Dipole Localization Using An Integrated Radio Frequency Atomic Magnetometer

TL;DR

This work introduces a method to localize a nearby RF source modeled as an oriented magnetic dipole using two vector measurements from a single integrated RF atomic magnetometer, enabling true three-dimensional localization in unshielded environments. By leveraging the dipole field relation and two directional measurements with orthogonal pump configurations, the dipole direction vectors are obtained and their intersection yields the source position, independent of absolute dipole strength.
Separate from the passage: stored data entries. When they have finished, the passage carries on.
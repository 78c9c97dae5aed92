//! The fall itself: a tree turning about its hinge, with no hinge and no air for the shortest
//! time, with the crown's drag for the long end. It never counts on the hinge to slow it.

use crate::mechanics::integrate;
use crate::mechanics::wind::AIR_DENSITY;
use crate::units::{Angle, Duration, Force, GRAVITY, Inertia, Length, Mass, Speed};

/// The crown's radius of gyration over its length. Source: derived, an ellipsoid's `1/√20`.
pub const CROWN_GYRATION: f64 = 0.22;

/// A tree as a turning body.
#[derive(Debug, Clone, Copy, PartialEq)]
pub struct Body {
    /// Mass of the stem.
    pub stem: Mass,
    /// Mass of the crown.
    pub crown: Mass,
    /// The tree's height.
    pub height: Length,
    /// Height of the crown's centre.
    pub crown_centre: Length,
    /// Length of the crown.
    pub crown_length: Length,
}

/// The inertia of a tree about its foot.
///
/// # Model
/// `m_s·2H²/((p+2)(p+3)) + m_c(z_c² + (0.22 L_c)²)`.
/// # Valid for
/// Slender stems whose area goes as `(1 − x/L)^p`.
/// # Source
/// Derived; a thick cone adds less than a thousandth.
pub fn inertia(body: &Body, profile: f64) -> Inertia {
    let height = body.height.value();
    let centre = body.crown_centre.value();
    let gyration = CROWN_GYRATION * body.crown_length.value();
    let stem = body.stem.value() * 2.0 * height * height / ((profile + 2.0) * (profile + 3.0));
    let crown = body.crown.value() * (centre * centre + gyration * gyration);
    Inertia::si(stem + crown)
}

/// A tree turning about its hinge: only `λ = W r/I` matters.
#[derive(Debug, Clone, Copy, PartialEq)]
pub struct Pendulum {
    lambda: f64,
}

impl Pendulum {
    /// A whole tree. `None` where it has no weight, arm or inertia.
    ///
    /// # Model
    /// `λ = W r/I`.
    /// # Valid for
    /// A rigid tree on a hinge that holds it in place.
    /// # Source
    /// Newton's law; Holloway 2008, ANZIAM Journal 49 (first page opened).
    pub fn new(weight: Force, radius: Length, inertia: Inertia) -> Option<Self> {
        let lambda = weight.value() * radius.value() / inertia.value();
        (lambda.is_finite() && lambda > 0.0).then_some(Self { lambda })
    }

    /// A bare stem of a profile. `None` where it has no height.
    ///
    /// # Model
    /// `λ = g(p+3)/(2L)`.
    /// # Valid for
    /// Slender stems.
    /// # Source
    /// Derived.
    pub fn of_profile(height: Length, profile: f64) -> Option<Self> {
        let lambda = GRAVITY * (profile + 3.0) / (2.0 * height.value());
        (lambda.is_finite() && lambda > 0.0).then_some(Self { lambda })
    }

    /// The shortest time from rest at one angle to another; `None` where it never starts.
    ///
    /// # Model
    /// `∫ dθ/√(2λ(cos θ0 − cos θ))` with `θ = θ0 cosh s`, by a 16-point rule.
    /// # Valid for
    /// Start angles from 0.1 degree; eight digits.
    /// # Source
    /// Derived; agrees with elliptic integrals and with an integrator of differential equations.
    pub fn time(&self, from: Angle, to: Angle) -> Option<Duration> {
        let (start, end) = (from.value(), to.value());
        if start <= 0.0 || end <= start {
            return None;
        }
        let integral = integrate(0.0, libm::acosh(end / start), |s| {
            let angle = start * libm::cosh(s);
            let product = libm::sin(0.5 * (angle + start)) * libm::sin(0.5 * (angle - start));
            start * libm::sinh(s) / (4.0 * product).sqrt()
        });
        finite(integral / self.lambda.sqrt())
    }

    /// The turning speed times a length: the speed of the tip, from rest at one angle to another.
    ///
    /// # Model
    /// `L·√(2λ(cos θ0 − cos θ))`.
    /// # Valid for
    /// No losses: the fastest.
    /// # Source
    /// Energy.
    pub fn tip_speed(&self, from: Angle, to: Angle, height: Length) -> Speed {
        let fall = libm::cos(from.value()) - libm::cos(to.value());
        Speed::si((2.0 * self.lambda * fall.max(0.0)).sqrt() * height.value())
    }

    /// The time in which a small tilt grows to another.
    ///
    /// # Model
    /// `acosh(θ1/θ0)/√λ`.
    /// # Valid for
    /// Tilts up to about ten degrees.
    /// # Source
    /// Derived.
    pub fn early_time(&self, from: Angle, to: Angle) -> Option<Duration> {
        let ratio = to / from;
        (ratio.is_finite() && ratio >= 1.0)
            .then(|| Duration::si(libm::acosh(ratio) / self.lambda.sqrt()))
    }

    /// The time with the crown's drag: the long end.
    ///
    /// # Model
    /// `ω² = 2λ/(1+4κ²)·{(2κ sin θ − cos θ) − (2κ sin θ0 − cos θ0) e^{−2κ(θ−θ0)}}`.
    /// # Valid for
    /// Drag by the square of the speed, `κ = K/I`, zero or more.
    /// # Source
    /// Derived; agrees with an integrator of differential equations.
    pub fn time_with_drag(&self, from: Angle, to: Angle, kappa: f64) -> Option<Duration> {
        let (start, end) = (from.value(), to.value());
        if start <= 0.0 || end <= start || kappa.is_nan() || kappa < 0.0 {
            return None;
        }
        let integral = integrate(0.0, libm::acosh(end / start), |s| {
            let angle = start * libm::cosh(s);
            start * libm::sinh(s) / self.speed_with_drag(start, angle, kappa)
        });
        finite(integral)
    }

    fn speed_with_drag(&self, start: f64, angle: f64, kappa: f64) -> f64 {
        let term = |at: f64| 2.0 * kappa * libm::sin(at) - libm::cos(at);
        let left = term(angle) - term(start) * libm::exp(-2.0 * kappa * (angle - start));
        (2.0 * self.lambda / (1.0 + 4.0 * kappa * kappa) * left.max(0.0)).sqrt()
    }

    /// The tip's speed with the crown's drag.
    ///
    /// # Model
    /// As [`Pendulum::time_with_drag`].
    /// # Valid for
    /// As [`Pendulum::time_with_drag`].
    /// # Source
    /// As [`Pendulum::time_with_drag`].
    pub fn tip_speed_with_drag(&self, span: (Angle, Angle), kappa: f64, height: Length) -> Speed {
        let (from, to) = span;
        let speed = self.speed_with_drag(from.value(), to.value().max(from.value()), kappa);
        Speed::si(speed * height.value())
    }
}

fn finite(seconds: f64) -> Option<Duration> {
    Duration::try_si(seconds).ok()
}

/// A crown of even width between two heights, moving through still air.
#[derive(Debug, Clone, Copy, PartialEq)]
pub struct CrownDrag {
    /// Drag coefficient.
    pub coefficient: f64,
    /// Width.
    pub width: Length,
    /// Foot of the crown.
    pub from: Length,
    /// Top of the crown.
    pub to: Length,
}

/// The drag of a turning crown over the inertia.
///
/// # Model
/// `κ = ½ρC_d w (z2⁴ − z1⁴)/4 / I`.
/// # Valid for
/// A crown of even width.
/// # Source
/// Derived.
pub fn drag_over_inertia(crown: &CrownDrag, inertia: Inertia) -> f64 {
    let fourth = |length: Length| {
        let square = length.value() * length.value();
        square * square
    };
    0.5 * AIR_DENSITY
        * crown.coefficient
        * crown.width.value()
        * (fourth(crown.to) - fourth(crown.from))
        / 4.0
        / inertia.value()
}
The authors validate the approach with a controlled dipole source at 423 kHz and develop model-deviation metrics MD1–MD3 to verify the dipole hypothesis, demonstrating good agreement between measured and predicted fields and robust 3D localization. The integrated magnetometer’s compact head, tunable resonance, and phase-sensitive detection enable field-ready dipole tracking for known-orientation sources in applications such as NMR, MIT, or RF tagging in unshielded environments.

Abstract

Optically-pumped atomic magnetometers have previously been used in arrays to reject interference from far away sources and enable the sensitive detection of local sources of radio frequency (RF) signals, useful, for instance, in the detection of low field NMR signals in an unshielded environment. We now demonstrate a complementary scheme in which four magnetometer measurements are used to locate in three dimensions a nearby radio frequency source. The methodology relies on the measurement of a radio frequency vector at two different positions and modeling the source as a magnetic dipole of known orientation. In contrast to coil detection, magnetometers have the advantage of measuring signals in a 2D plane, and do not inductively couple to their environment or each other, making them a strong candidate for localization of hidden RF sources. For this demonstration, we use only a single RF magnetometer to make four measurements of a synchronous and oriented dipole source, but it is to be expected that this could be replaced by four magnetometers working simultaneously. In addition, this work is greatly aided by the introduction of a fully integrated magnetometer, in which all optics, including lasers, are safely enclosed into a compact head with flexible wired connections. The portable, as well as safe, nature of the sensor make it quite valuable for in the field work.

Figures (10)

• Figure 1: Magnetic field lines from an idealized magnetic dipole.The angles $\theta$ and $\phi$ are defined as in the inset, while the unit direction vector $\hat{n}$ is from the magnetometer to the dipole.
• Figure 2: Vectorial schematic of the dipole position with respect to $\mathrm S_{1}$ and $\mathrm S_{2}$ representing the positions of the alkali metal cell of each sensor and the origin is taken on the x-axis at a position equidistant from $\mathrm S_{1}$ and $\mathrm S_{2}$. The x-axis is uniquely defined as the direction between the two sensors.
• Figure 3: a) This schematic shows a top view of the sensor, with an atomic cell (yellow), crossed pump (blue) and probe (red) laser beams, and field coils (brown) creating the bias field (green). b) All these components are enclosed in a cylindrical black tube. Also shown is a bench-top current controller, and the differential amplifier for use with the balanced polarimeter.
• Figure 4: Noise spectra measured at the resonance frequency of 423 kHz (NQR of ammonium nitrate) with an acquisition time of 2.048 ms. Signals obtained with an active RF transmitter driving the magnetometer with 0.2 nT resonant excitation are shown in red (inset). Spectrometer noise (black), with additional electronic noise (blue), and further added probe beam noise (green) exhibit similar behavior both (b) with and (a) without shielding. Magnetic noise or sensitivity (purple), observed with optically pumped atoms, is markedly higher without shielding due to environmental laboratory noise.
• Figure 5: a) Photo of the sensor head, alignment platform, dipole and calibration coils. b) A small coil with AC current running through it at 423 kHz is moved along a ruler above the plane containing the magnetometer positions. Measurement was taken in the positions shown, as well as with the sensor rotated by 90 degrees. c) Top view of measurement points and sensor positions during dipole movements along (i) only the x-axis, (ii) only the y-axis and (ii) the diagonal x/y-axis.